In a real world conversation, people are able to look each other in the eye. For a videoconference with a “personal” experience, a similar result can be obtained in an automatic manner by exemplary embodiments of the invention.
However, a person can either look straight at the other person appearing on the screen, or the person can look straight at the camera, which is, for example, located on top of the screen. In either case, both people do not look each other to their eyes (virtually on the screen). Therefore, as has been recognized by the inventors, the camera should be ideally mounted in the center of the screen. Physically and technically, this possibility of “looking each other to the eyes” feature is difficult to achieve with current display technologies, at least not without leaving a hole in the screen. However, according to an exemplary embodiment of the invention, it may also be possible to position one or more real cameras on a display area of a display device, for instance in a hole provided in such a display area.
According to an exemplary embodiment of the invention, several cameras such as CCD cameras may be mounted (spatially fixed, rotatably, movable in a translative manner, etc.) at suitable positions, for instance at edges of the screen. However, they may also be mounted at appropriate positions in the three-dimensional space, for instance on the wall or ceiling of a room in which the system is installed. From at least two camera views, a steric model of the person's body part of interest, for instance eyes or face, may be performed. On the basis of this three-dimensional model, a planar projection may be created to show the body part of interest from a selectively or predetermined viewpoint. This viewpoint may be the middle of the screen which may have the advantageous effect that persons communicating during a videoconference have the impression to look in the eyes of their communication partner.
According to another embodiment, the position of the face of the other (remote) person may be tracked on the local screen. Or more specifically, it may possible to track the point right between the eyes of the person. Subsequently, that position on the screen may be taken as a basis for making a planar projection of the own face before transmission to the communication partner. The different camera views may then be interpolated or evaluated in common for generating a virtual camera in the middle of the other person's face appearing on the screen. Looking at that person on the screen, a user will look right into the (virtual) camera. This way it is still possible to look a person in the eye who is not centered properly on a screen. This may improve the experience of a user during a videoconference.
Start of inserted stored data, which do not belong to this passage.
import fc from 'fast-check';
import { describe, expect, it } from 'vitest';
import { judge } from '../../src/explore/judge.ts';
import { type Move, movesOf } from '../../src/explore/moves/index.ts';
import type { Best } from '../../src/explore/rack/best.ts';
import { ratiosOf } from '../../src/explore/ratios.ts';
import { sectionWeight, standingDepth } from '../../src/timber/index.ts';
import { CHECK_IDS } from '../../src/timber/report.ts';
import { runs } from '../support/runs.ts';
import { memberOf } from '../support/session.ts';
import { anyPart, withSets } from './choice-members.ts';

const RUNS = { numRuns: runs(40) };
const kindsOf = (moves: readonly Move[]) => moves.map((move) => move.kind);

describe('moves of any member', () => {
  it('give exactly the ratios that the strings of their set give on the command line', () => {
    fc.assert(
      fc.property(anyPart, (part) => {
        const { moves, deepenOrWiden } = movesOf(memberOf(part));
        const { free } = deepenOrWiden;
        for (const move of [...moves, free.deepen, free.widen]) {
          if (move.refused !== null) continue;
          const set = withSets(part, move.set);
          expect([...ratiosOf(set)]).toEqual([...move.ratios]);
          expect(judge(ratiosOf(set)).worst).toBe(move.worst);
          expect(sectionWeight(set, set.section)).toBe(move.weight);
          expect(standingDepth(set.section)).toBe(move.depth);
        }
      }),
      RUNS,
    );
  });

  it('stand in order: those that pass by what they take, then the others by how near they come', () => {
    const anyBest = fc.constantFrom<Best>('weight', 'depth', 'boardFeet');
    fc.assert(
      fc.property(anyPart, anyBest, (part, best) => {
        const { moves } = movesOf(memberOf(part), { ranking: { best, shop: null } });
        const takes = (move: Move) =>
          best === 'depth'
            ? move.depth
            : ((best === 'weight' ? move.weight : move.boardFeet) ?? Infinity) * move.times;
        for (let at = 1; at < moves.length; at += 1) {
          const [a, b] = [moves[at - 1]!, moves[at]!];
          expect(Number(a.passes)).toBeGreaterThanOrEqual(Number(b.passes));
          if (a.passes && b.passes) expect(takes(a)).toBeLessThanOrEqual(takes(b));
          if (!a.passes && !b.passes) expect(a.worst).toBeLessThanOrEqual(b.worst);
        }
      }),
      RUNS,
    );
  });

  it('of two changes together stand only where neither change passes alone', () => {
    fc.assert(
      fc.property(anyPart, (part) => {
        const { moves } = movesOf(memberOf(part));
        for (const pair of moves.filter((move) => move.kind.includes(' + '))) {
          expect(pair.passes).toBe(true);
          for (const kind of pair.kind.split(' + ')) {
            if (kind === 'brace') continue;
            expect(moves.some((move) => move.kind === kind && move.passes)).toBe(false);
          }
        }
      }),
      RUNS,
    );
  });

  it('deepen and widen with the same 10 % more wood', () => {
    fc.assert(
      fc.property(anyPart, (part) => {
        const member = memberOf(part);
        const { free } = movesOf(member).deepenOrWiden;
        for (const move of [free.deepen, free.widen]) {
          const before = sectionWeight(member, member.section);
          if (Number.isFinite(move.weight)) expect(move.weight / before).toBeCloseTo(1.1, 5);
        }
        expect(free.widen.depth).toBe(standingDepth(member.section));
      }),
      RUNS,
    );
  });
});

describe('a member that fails in bending', () => {
  // (2) 2x12 DF-L No.2, 16 ft, 52 psf x 6 ft: bending 2.15.
  const { moves } = movesOf(memberOf({ spans: ['16 ft'] }));
  const by = (kind: string) => moves.find((move) => move.kind === kind)!;

  it('is helped by each kind of the issue that can', () => {
    expect(kindsOf(moves)).toEqual(
      expect.arrayContaining([
        'lightest',
        'deepen',
        'widen',
        'better grade',
        'other species',
        'other product',
        'closer spacing',
        'shorten',
      ]),
    );
    expect(kindsOf(moves)).not.toContain('longer bearing');
    expect(kindsOf(moves)).not.toContain('brace');
  });

  it('is told how much shorter: the quarter inch below its reach', () => {
    const shorter = by('shorten');
    expect(shorter.passes).toBe(true);
    expect(shorter.span! % 0.25).toBe(0);
    const longer = withSets({ spans: ['16 ft'] }, [`spans.0=${shorter.span! + 0.25} in`]);
    expect(judge(ratiosOf(longer)).passes).toBe(false);
  });

  it('is told how many more members a closer spacing takes', () => {
    const closer = by('closer spacing');
    expect(closer.passes).toBe(true);
    expect(closer.times).toBeCloseTo(72 / closer.member.tributary, 12);
    expect(closer.change.weight).toBe(0);
  });
});

describe('other kinds', () => {
  it('brace a slender joist as far apart as it may', () => {
    const part = {
      spans: ['12 ft'],
      tributary: '16 in',
      bracing: 'ends',
      section: { width: '1.5 in', depth: '11.25 in' },
    };
    const brace = movesOf(memberOf(part)).moves.find((move) => move.kind === 'brace')!;
    expect(brace.passes).toBe(true);
    const apart = brace.member.bracing as number;
    expect(apart).toBeGreaterThan(12);
    expect(judge(ratiosOf(withSets(part, [`bracing=${apart + 1} in`]))).passes).toBe(false);
  });

  it('lengthen a bearing that is crushed to the eighth of an inch that does, and no other bearing', () => {
    const part = { spans: ['8 ft'], tributary: '10 ft', bearing: ['1 in', '5.5 in'] };
    const member = memberOf(part);
    const { moves } = movesOf(member);
    const longer = moves.find((move) => move.kind === 'longer bearing')!;
    const at = CHECK_IDS.indexOf('bearing');
    expect(longer.ratios[at]).toBeLessThanOrEqual(1);
    expect(longer.member.bearing[1]).toBe(5.5);
    expect((longer.member.bearing[0]! * 8) % 1).toBe(0);
    const shorter = withSets(part, [`bearing.0=${longer.member.bearing[0]! - 0.125} in`]);
    expect(ratiosOf(shorter)[at]).toBeGreaterThan(1);
  });

  it('tie down what wind lifts', () => {
    const part = { use: 'roof', spans: ['12 ft'], area: { dead: '8 psf', snow: '20 psf', windUp: '40 psf' } };
    const tie = movesOf(memberOf(part)).moves.find((move) => move.kind === 'tie down')!;
    expect(tie.passes).toBe(true);
    expect(tie.set).toHaveLength(1);
    expect(tie.set[0]).toMatch(/^tiedDown=\["\d+ lb","\d+ lb"\]$/);
  });

  it('put two together where one does not do: braces and a longer bearing', () => {
    const part = {
      spans: ['11 ft'],
      tributary: '30 in',
      bracing: 'ends',
      bearing: '0.5 in',
      section: { width: '1.5 in', depth: '13.25 in' },
    };
    const { moves } = movesOf(memberOf(part));
    const pair = moves.find(
      (move) => move.kind === 'brace + longer bearing' || move.kind === 'longer bearing + brace',
    )!;
    expect(pair.passes).toBe(true);
    for (const set of pair.set) expect(judge(ratiosOf(withSets(part, [set]))).passes).toBe(false);
  });

  it('are none for a member that carries nothing, and for one whose values are typed name no other wood', () => {
    expect(movesOf(memberOf({ area: {} })).moves).toEqual([]);
    const typed = {
      spans: ['16 ft'],
      stock: {
        product: 'dimension lumber',
        species: 'Douglas Fir-Larch',
        grade: 'No.2',
        values: { Fb: '1000 psi' },
        valuesFrom: 'a report',
      },
    };
    const kinds = kindsOf(movesOf(memberOf(typed)).moves);
    for (const kind of ['better grade', 'other species', 'other product']) expect(kinds).not.toContain(kind);
  });

  it('leave out what is deeper than the limits', () => {
    const { moves } = movesOf(memberOf({ spans: ['16 ft'], maxDepth: '11.25 in' }));
    for (const move of moves) expect(move.depth).toBeLessThanOrEqual(11.25);
  });
});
By sending a standard two-dimensional video data stream (which may allow for a backward compatible operation of the system) over a wired or over a wireless communication channel, a significantly improved system is provided in contrast to sending a three-dimensional model over the communication channel (which would not be backward compatible). Both solutions allow an automatic adaptation of the image rendered to the viewpoint of a second communication peer, rather than having a fixed (virtual) camera position in the middle of the screen of a first communication peer. However, it is highly favourable to create the two-dimensional projection at the sending side, and not at the receiving side, in order to reduce the amount of data to be transmitted. Moreover, this may allow for backward compatibility (conventional 2D codec plus no extra signaling). In a large network, each device according to an embodiment of the invention that is added to the network may create immediate benefits.
According to an exemplary embodiment of the invention, an image received from the second peer may be used. By performing face tracking (and assuming a standard viewing distance by the second peer), it is possible to determine the position of the head at the second position relative to the screen of this user. As also the two-dimensional projection is already done at the sending side, namely the first peer, it is still not necessary to additionally signal the position of the head of the user at the second peer (in other words: it is possible to remain backward compatible). Signalling may therefore be implicit (and hence backward compatible) by analyzing (face tracking) the video from the return path.
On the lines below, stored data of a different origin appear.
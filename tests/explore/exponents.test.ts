import { describe, expect, test } from 'vitest';
import { STEP, slopeAt } from '../../src/explore/exponents.ts';

/** Runs of one check whose ratio goes with this power on either side; NaN: it does not apply there. */
const runs = (left: number, right: number) => ({
  below: [0.4 * (1 - STEP) ** left],
  here: [0.4],
  above: [0.4 * (1 + STEP) ** right],
});

describe('the slope of a ratio', () => {
  test('is taken between the runs on both sides', () => {
    const { slope, from, to } = slopeAt(runs(3, 3), 0);
    expect([from, to]).toEqual(['below', 'above']);
    expect(slope).toBeCloseTo(3, 8);
  });

  test('of one side where a factor steps on the other', () => {
    expect(slopeAt(runs(2, 900), 0)).toMatchObject({ from: 'below', to: 'here' });
    expect(slopeAt(runs(900, 2), 0)).toMatchObject({ from: 'here', to: 'above' });
  });

  test('of one side where the check does not apply on the other', () => {
    expect(slopeAt(runs(Number.NaN, 2), 0)).toMatchObject({ from: 'here', to: 'above' });
    expect(slopeAt(runs(2, Number.NaN), 0)).toMatchObject({ from: 'below', to: 'here' });
    expect(slopeAt(runs(2, Number.NaN), 0).slope).toBeCloseTo(2, 8);
    expect(slopeAt(runs(Number.NaN, Number.NaN), 0).slope).toBeNaN();
  });
});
Tracking the head of the user at the recipient's location, it is possible to create a projection from the correct viewpoint. Therefore, according to an exemplary embodiment of the invention, face tracking may be used in a return path to determine a viewpoint for a two-dimensional projection.
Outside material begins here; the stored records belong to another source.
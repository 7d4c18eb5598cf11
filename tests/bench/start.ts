import { Comparison, contenders } from './contenders.ts';
import { watch } from './pty-run.ts';

/** Odd, so that the median is a run that was. */
const ROUNDS = 11;

/** Start to the last byte of the first frame. */
export async function run(): Promise<void> {
  const comparison = new Comparison();
  const all = await contenders();
  for (let round = 0; round < ROUNDS; round += 1) {
    for (const contender of all) {
      const program = await watch(contender.args);
      comparison.add(contender, program.start);
      await program.quit();
    }
  }
  comparison.print('start to first frame', 'ms');
}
According to an exemplary embodiment, multiple cameras and a 3D modelling scheme may be used to create a virtual camera from the perspective of the viewer. In this context, the 3D model is not sent over the communication channel between sender and receiver. In contrast to this, two-dimensional mapping is already performed at the sending side so that regular two-dimensional video data may be sent over the communication channel. Consequently, complex communication paths as needed for three-dimensional model data transmission (such as object-based MPEG4 or the like) may be omitted.
This may further allow using any codec that is common among teleconference equipment (for instance H.263, H.264, etc.). According to an exemplary embodiment of the invention, this is enabled because the head position of the spectator on the other side of the communication channel is determined implicitly by performing face tracking on the video received from the other side. Actually, to really determine the position of the head of the other person (to calculate the person's perspective), it may be also advantageous to know the distance between the person and the display/cameras. This can be measured by corresponding sensor systems, or a proper assumption may be made for that. However, in such a scenario, this may involve additional signaling.
Therefore, a main benefit obtainable by embodiments of the invention is a high degree of interoperability. It is possible to interwork with any regular two-dimensional teleconference system as commercially available (such as mobile phones, TVs with a video chat, net meeting, etc.) using standardized protocols and codecs.
When such a three-dimensional teleconference system interoperates with a regular two-dimensional teleconference system, the communication party at the other side (that is the one using the regular system) will see the person from the correct perspective. In this way, the sender may bring a message properly across. It is possible to look the other person in the eye.
According to an exemplary embodiment of the invention, a two-way communication system may be provided with which it may be ensured that two people look each other in the eyes although communicating via a videoconference arrangement. To enable this, 2D data may be transmitted to instruct the communication partner device how to display data, capture data, process data, manipulate data, and/or operate devices (for instance how to adjust turning angles of cameras). In this context, face tracking may be appropriate. 2D data may be exchanged in a manner to enable a 3D experience.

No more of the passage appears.